Hey guys, i'm relatively new to alcohol drinking and have been trying out various types and brands for the last couple of weeks. Over this period i've tried quite a few beers and ales and, if i'm honest, they make me want to throw up. 

I understand that all beer is not for everyone but I believe most people have a beer that they enjoy that doesn't just taste like stale liquid to them.

Any tips or advice on how to enjoy beer? Any recommendations on what beers to drink?


----------



## anthony d (May 10, 2014)

Well, first off, what have you been drinking? What brands didn't you like? What flavors of them didn't you like?

Beer choice is similar to cigar choice, in the fact that everyone is gonna like different things.


For me, I like heavier, darker, malty, high-abv beers, like Stone Brewery's Double Bastard, Dogfish Head's Midas Touch, Brooklyn Lager, etc... Other people like IPA's, which are very hoppy, which I cannot stand. To me most IPA's taste like a skunked Heinekin. The only IPA I will drink is Dogfish Head's 120 minute IPA, and that is only because it is anywhere from 18%-20%abv.


----------



## JamesMxP (Jun 22, 2014)

I was the exact same way in undergrad. Frankly, my method was to just find a light beer I could handle, and drink a ton of it. Now I enjoy almost every type of beer. 

I started out on really easy drinking beer, Rolling Rock and Coors Light.


----------



## JustinThyme (Jun 17, 2013)

IMO beer is one of those things that either you like it or you dont. There are some that are better than others and tastes vary. Like Anthony said he likes a particular brand because its 15%-20%abv which I would not touch. If I wanted something with that much alcohol I would have a shot of liqueur at 40 proof. I tried that dogfish head 120 IPA once and it tasted like a hoppy beer mixed with rubbing alcohol. Its also a taste that may be acquired. When I was younger I dint care for beer at all. Now past 50 I enjoy a limited variety purely for the taste. I still wont touch mass produced stuff like budweiser, miller, coors etc.


----------



## anthony d (May 10, 2014)

JustinThyme said:


> IMO beer is one of those things that either you like it or you dont. There are some that are better than others and tastes vary. Like Anthony said he likes a particular brand because its 15%-20%abv which I would not touch. If I wanted something with that much alcohol I would have a shot of liqueur at 40 proof. I tried that dogfish head 120 IPA once and it tasted like a hoppy beer mixed with rubbing alcohol. Its also a taste that may be acquired. When I was younger I dint care for beer at all. Now past 50 I enjoy a limited variety purely for the taste. I still wont touch mass produced stuff like budweiser, miller, coors etc.
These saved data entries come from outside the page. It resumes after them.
import { Component, inject, signal } from '@angular/core';
import { FormBuilder, ReactiveFormsModule, Validators } from '@angular/forms';
import { MatButtonModule } from '@angular/material/button';
import { MatFormFieldModule } from '@angular/material/form-field';
import { MatIconModule } from '@angular/material/icon';
import { MatInputModule } from '@angular/material/input';
import { RouterLink } from '@angular/router';
import { TranslocoPipe, TranslocoService } from '@jsverse/transloco';
import { AuthApi } from '../../../../core/auth/auth-api';
import { toApiProblem } from '../../../../core/http/api-error';
import { problemText, type ProblemKeys } from '../../problem-text';

/** What a refused request for a link means here; other refusals keep the server's words. */
const FORGOT_PROBLEMS: ProblemKeys = {
  validation_failed: 'signIn.fields.emailRequired',
  rate_limited: 'signIn.problems.tooManyPasswordRequests',
  offline: 'signIn.problems.offline',
  internal: 'signIn.problems.internal',
};

/** Asks for a password-reset link by e-mail. */
@Component({
  selector: 'hs-forgot-password-page',
  imports: [ReactiveFormsModule, RouterLink, MatButtonModule, MatFormFieldModule, MatIconModule, MatInputModule, TranslocoPipe],
  template: `
    <section class="card">
      <h1><mat-icon aria-hidden="true">lock_reset</mat-icon> {{ 'signIn.forgot.title' | transloco }}</h1>
      @if (isSent()) {
        <p class="notice" role="status"><mat-icon aria-hidden="true">mark_email_read</mat-icon><span>{{ 'signIn.forgot.sent' | transloco }}</span></p>
        <a mat-stroked-button routerLink="/sign-in"><mat-icon>login</mat-icon> {{ 'signIn.forgot.backToSignIn' | transloco }}</a>
      } @else {
        <p class="hs-muted">{{ 'signIn.forgot.explain' | transloco }}</p>
        @if (problem(); as problem) {
          <p class="problem" role="alert"><mat-icon aria-hidden="true">error</mat-icon><span>{{ problem }}</span></p>
        }
        <form [formGroup]="form" (ngSubmit)="send()" novalidate>
          <mat-form-field appearance="outline">
            <mat-label>{{ 'signIn.fields.email' | transloco }}</mat-label>
            <mat-icon matPrefix aria-hidden="true">mail</mat-icon>
            <input matInput type="email" formControlName="email" autocomplete="username" required>
            @if (form.controls.email.invalid) { <mat-error>{{ 'signIn.fields.emailRequired' | transloco }}</mat-error> }
          </mat-form-field>
          <div class="actions">
            <button mat-flat-button type="submit" [disabled]="isBusy()"><mat-icon>send</mat-icon> {{ 'signIn.forgot.send' | transloco }}</button>
            <a routerLink="/sign-in">{{ 'signIn.forgot.backToSignIn' | transloco }}</a>
          </div>
        </form>
      }
    </section>
  `,
  styleUrl: '../../sign-in.scss',
})
export default class ForgotPasswordPage {
  private readonly api = inject(AuthApi);
  private readonly transloco = inject(TranslocoService);
  protected readonly isBusy = signal(false);
  /** The server took the request. It answers the same whether or not the address has an account. */
  protected readonly isSent = signal(false);
  protected readonly problem = signal<string | null>(null);
  protected readonly form = inject(FormBuilder).nonNullable.group({ email: ['', [Validators.required, Validators.email]] });

  protected async send(): Promise<void> {
    if (this.form.invalid) {
      this.form.markAllAsTouched();
      return;
    }
    this.isBusy.set(true);
    this.problem.set(null);
    try {
      await this.api.requestPasswordReset(this.form.getRawValue().email.trim());
      this.isSent.set(true);
    } catch (error) {
      this.problem.set(problemText(this.transloco, toApiProblem(error), FORGOT_PROBLEMS));
    } finally {
      this.isBusy.set(false);
    }
  }
}
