import { Router } from 'express';
import type { Database } from '../db/database';
import { exportsRoutes } from '../exports/exports.routes';
import type { MailService } from '../mail/mail.service';
import { qaqcRoutes } from '../qaqc/qaqc.routes';
import { QaqcService } from '../qaqc/qaqc.service';
import { labRoutes } from './lab.routes';
import { LabService } from './lab.service';

/** Every lab-loop route (batches, results, QA/QC, calibration, exports), for the signed-in router. */
export function labLoopRoutes({ database, mail }: { database: Database; mail: MailService }): Router {
  const router = Router();
  router.use(labRoutes(new LabService(database, mail)));
  router.use(qaqcRoutes(new QaqcService(database)));
  router.use(exportsRoutes());
  return router;
}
Same here. I would rather not drink than drink Bud, Bud Lite, Coors, etc... All of that is just pisswater imo.


----------



## dj1340 (Mar 30, 2009)

Since the OP is in the UK, he probably is not familiar with brands available in the US. But yes what have you tried and 
what didn't you like about them. Lagers are an easy place to start, barley wines not so much. Lot of good ales
In the UK as well as some porters. Maybe beer isn't for you.


----------



## Drez_ (Jan 30, 2014)

Jordon Brooker said:


> Hey guys, i'm relatively new to alcohol drinking and have been trying out various types and brands for the last couple of weeks. Over this period i've tried quite a few beers and ales and, if i'm honest, they make me want to throw up.
> 
> I understand that all beer is not for everyone but I believe most people have a beer that they enjoy that doesn't just taste like stale liquid to them.
> 
> Any tips or advice on how to enjoy beer? Any recommendations on what beers to drink?
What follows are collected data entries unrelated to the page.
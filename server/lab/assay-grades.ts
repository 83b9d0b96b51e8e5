/**
 * The lab loop's answer to "what grade does this sample have, and where from?", for the review
 * desk (pile estimates, heat map) and the shortlist to call.
 *
 * - A sample's assay is its current (not superseded) result from a batch item that stands for the
 *   sample itself (a split duplicate inserted in the lab batch is QA/QC only and never the grade).
 *   Below-detection results count at half the detection limit (the engine's stated convention).
 * - Its pan estimate is its latest live pan test through the engine's `panTestGrade`, with the
 *   sample's moisture as the moisture of the panned material (as the capture form does).
 * - The site's calibration is the engine's `fitCalibration` over the routine samples holding both;
 *   it is used on samples without an assay only when a geologist has switched it on for the site
 *   (`Calibration` view) and the fit was not refused (fewer than 10 pairs, no variation).
 */
import { Op } from 'sequelize';
import {
  bestSampleGrades, fitCalibration, panTestGrade, valueForStatistics,
  type CalibrationFit, type EngineError, type EngineWarning, type GradeSource,
} from '../../shared/engine';
import { PanTest } from '../capture/pan-test.model';
import { Sample } from '../capture/sample.model';
import { AssayResult, LabBatchSample, SiteCalibration } from './lab.models';

/** One sample with both a pan estimate and an assay, as the calibration sees it. */
export interface CalibrationPoint {
  readonly sampleId: string;
  readonly code: string;
  readonly panGpt: number;
  readonly assayGpt: number;
}

/** A site's calibration: the fitted line (or why there is none) and whether it is applied. */
export interface SiteCalibrationView {
  readonly siteId: string;
  /** True when a geologist switched it on; grades use it only when `fit` is not null too. */
  readonly isApplied: boolean;
  readonly fit: CalibrationFit | null;
  /** Why no line was fitted (e.g. fewer than 10 pairs); empty when `fit` is set. */
  readonly refusals: readonly EngineError[];
  readonly points: readonly CalibrationPoint[];
}

/** The grade one sample contributes, with its source and the inputs behind it. */
export interface SampleGradeEntry {
  readonly sampleId: string;
  readonly code: string;
  readonly sampleType: Sample['sampleType'];
  /** null when the sample has neither an assay nor a usable pan test. */
  readonly gradeGpt: number | null;
  readonly source: GradeSource | null;
  readonly assayGpt: number | null;
  readonly isBelowDetection: boolean;
  readonly panGpt: number | null;
  readonly warnings: readonly EngineWarning[];
}

/** Current assays (g/t, for statistics) of these samples, from items that stand for the sample itself. */
export async function currentAssaysBySample(sampleIds: readonly string[]): Promise<Map<string, { valueGpt: number; isBelowDetection: boolean; detectionLimitGpt: number | null; isAboveRange: boolean }>> {
  const assays = new Map<string, { valueGpt: number; isBelowDetection: boolean; detectionLimitGpt: number | null; isAboveRange: boolean }>();
  if (sampleIds.length === 0) {
    return assays;
  }
  const rows = await AssayResult.findAll({ where: { sampleId: { [Op.in]: [...sampleIds] }, supersededAt: null }, order: [['createdAt', 'ASC'], ['id', 'ASC']] });
  const items = await LabBatchSample.findAll({ where: { id: { [Op.in]: rows.map((row) => row.batchSampleId) } } });
  const splitItemIds = new Set(items.filter((item) => item.isInserted).map((item) => item.id));
  for (const row of rows) {
    if (row.sampleId === null || splitItemIds.has(row.batchSampleId)) {
      continue;
    }
    // The latest current result wins when a sample was assayed in more than one batch.
    assays.set(row.sampleId, {
      valueGpt: valueForStatistics({ valueGpt: row.valueGpt, isBelowDetection: row.isBelowDetection, isAboveRange: row.isAboveRange, detectionLimitGpt: row.detectionLimitGpt, raw: row.rawValue }),
      isBelowDetection: row.isBelowDetection, detectionLimitGpt: row.detectionLimitGpt, isAboveRange: row.isAboveRange,
    });
  }
  return assays;
}

/** Pan estimates (g/t) of these samples from their latest live pan test. */
export async function panEstimatesBySample(samples: readonly Pick<Sample, 'id' | 'moisturePct'>[]): Promise<Map<string, { panGpt: number | null; warnings: readonly EngineWarning[] }>> {
  const estimates = new Map<string, { panGpt: number | null; warnings: readonly EngineWarning[] }>();
  if (samples.length === 0) {
    return estimates;
  }
  const panTests = await PanTest.findAll({ where: { sampleId: { [Op.in]: samples.map((sample) => sample.id) }, deletedAt: null }, order: [['testedAt', 'DESC'], ['id', 'ASC']] });
  // The first of each sample's tests in that order is its latest; a map keeps this linear (a
  // search of the whole list per sample took 15 s at 20,000 samples).
  const latestBySample = new Map<string, PanTest>();
  for (const panTest of panTests) {
    if (!latestBySample.has(panTest.sampleId)) latestBySample.set(panTest.sampleId, panTest);
  }
  for (const sample of samples) {
    const latest = latestBySample.get(sample.id);
    if (!latest) {
      continue;
    }
    const grade = panTestGrade({
      massPannedKg: latest.massPannedKg, moisturePct: sample.moisturePct ?? 0, colours: latest.colours,
      goldMassMg: latest.goldMassMg ?? undefined, panEfficiency: latest.panEfficiency ?? undefined,
    });
    estimates.set(sample.id, grade.ok
      ? { panGpt: grade.value.gradeGpt, warnings: grade.value.warnings }
      : { panGpt: null, warnings: grade.errors.map((error) => ({ code: error.code, message: error.message })) });
  }
  return estimates;
}

/** The site's pan-vs-assay calibration, fitted on the fly from current data, and whether it is applied. */
export async function calibrationForSite(siteId: string): Promise<SiteCalibrationView> {
  const samples = await Sample.findAll({ where: { siteId, deletedAt: null, sampleType: 'routine' }, order: [['code', 'ASC']] });
  const [assays, pans, setting] = await Promise.all([
    currentAssaysBySample(samples.map((sample) => sample.id)),
    panEstimatesBySample(samples),
    SiteCalibration.findByPk(siteId),
  ]);
  const points: CalibrationPoint[] = [];
  for (const sample of samples) {
    const assay = assays.get(sample.id);
    const panGpt = pans.get(sample.id)?.panGpt;
    // Above-range results are a floor, not a value: they would bend the line.
    if (assay && !assay.isAboveRange && panGpt !== undefined && panGpt !== null) {
      points.push({ sampleId: sample.id, code: sample.code, panGpt, assayGpt: assay.valueGpt });
    }
  }
  const fitted = fitCalibration(points);
  return {
    siteId,
    isApplied: setting?.isApplied ?? false,
    fit: fitted.ok ? fitted.value : null,
    refusals: fitted.ok ? [] : fitted.errors,
    points,
  };
}

/**
 * The grade of every live sample of a pile: assay where present, else the calibrated pan
 * estimate (when the site's calibration is applied and fitted), else the pan estimate, each with
 * its source tag. Blanks and standards are listed with their values but carry no pile grade
 * meaning; callers filter on `sampleType`. A caller grading many piles of one site passes the
 * site's calibration once instead of having it fitted again for every pile.
 */
export async function sampleGradesForPile(pileId: string, siteCalibration?: SiteCalibrationView): Promise<SampleGradeEntry[]> {
  const samples = await Sample.findAll({ where: { pileId, deletedAt: null }, order: [['code', 'ASC']] });
  if (samples.length === 0) {
    return [];
  }
  const calibration = siteCalibration?.siteId === samples[0].siteId ? siteCalibration : await calibrationForSite(samples[0].siteId);
  const fit = calibration.isApplied && calibration.fit ? calibration.fit : undefined;
  const [assays, pans] = await Promise.all([currentAssaysBySample(samples.map((sample) => sample.id)), panEstimatesBySample(samples)]);
  return samples.map((sample) => {
    const assay = assays.get(sample.id);
    const pan = pans.get(sample.id);
    const base = {
      sampleId: sample.id, code: sample.code, sampleType: sample.sampleType,
      assayGpt: assay?.valueGpt ?? null, isBelowDetection: assay?.isBelowDetection ?? false, panGpt: pan?.panGpt ?? null,
    };
    const graded = bestSampleGrades([{ sampleId: sample.id, assayGpt: base.assayGpt, panGpt: base.panGpt }], fit);
    const [grade] = graded.ok ? graded.value : [];
    if (!grade) {
      return { ...base, gradeGpt: null, source: null, warnings: pan?.warnings ?? [] };
    }
    return { ...base, gradeGpt: grade.gradeGpt, source: grade.source, warnings: [...grade.warnings, ...(grade.source === 'assay' ? [] : pan?.warnings ?? [])] };
  });
}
If you're trying ales, IPAs or heavier beers and finding that type of reaction, don't keep forcing yourself to try them. Step down into more "mass produced" beers and *lagers* made to drink in quantity, at least to start with. I find IPAs, Ales, Stouts, Porters and a number of more "craft" type beers to be a lot stronger in flavor profiles, and if you're new to those flavors they can often be bitter and overpowering and rather unenjoyable.

No idea if you could get it there, or something similar to it - 
Dundee Honey Brown Lager - Probably the first beer that caught me, in terms of enjoying it and willing to go back to it. It isn't expensive, should be fairly easy to find (here anyhow.) I'm not a huge beer drinker myself, but it isn't so weak in flavor that it tastes watered down but it isn't overpowering.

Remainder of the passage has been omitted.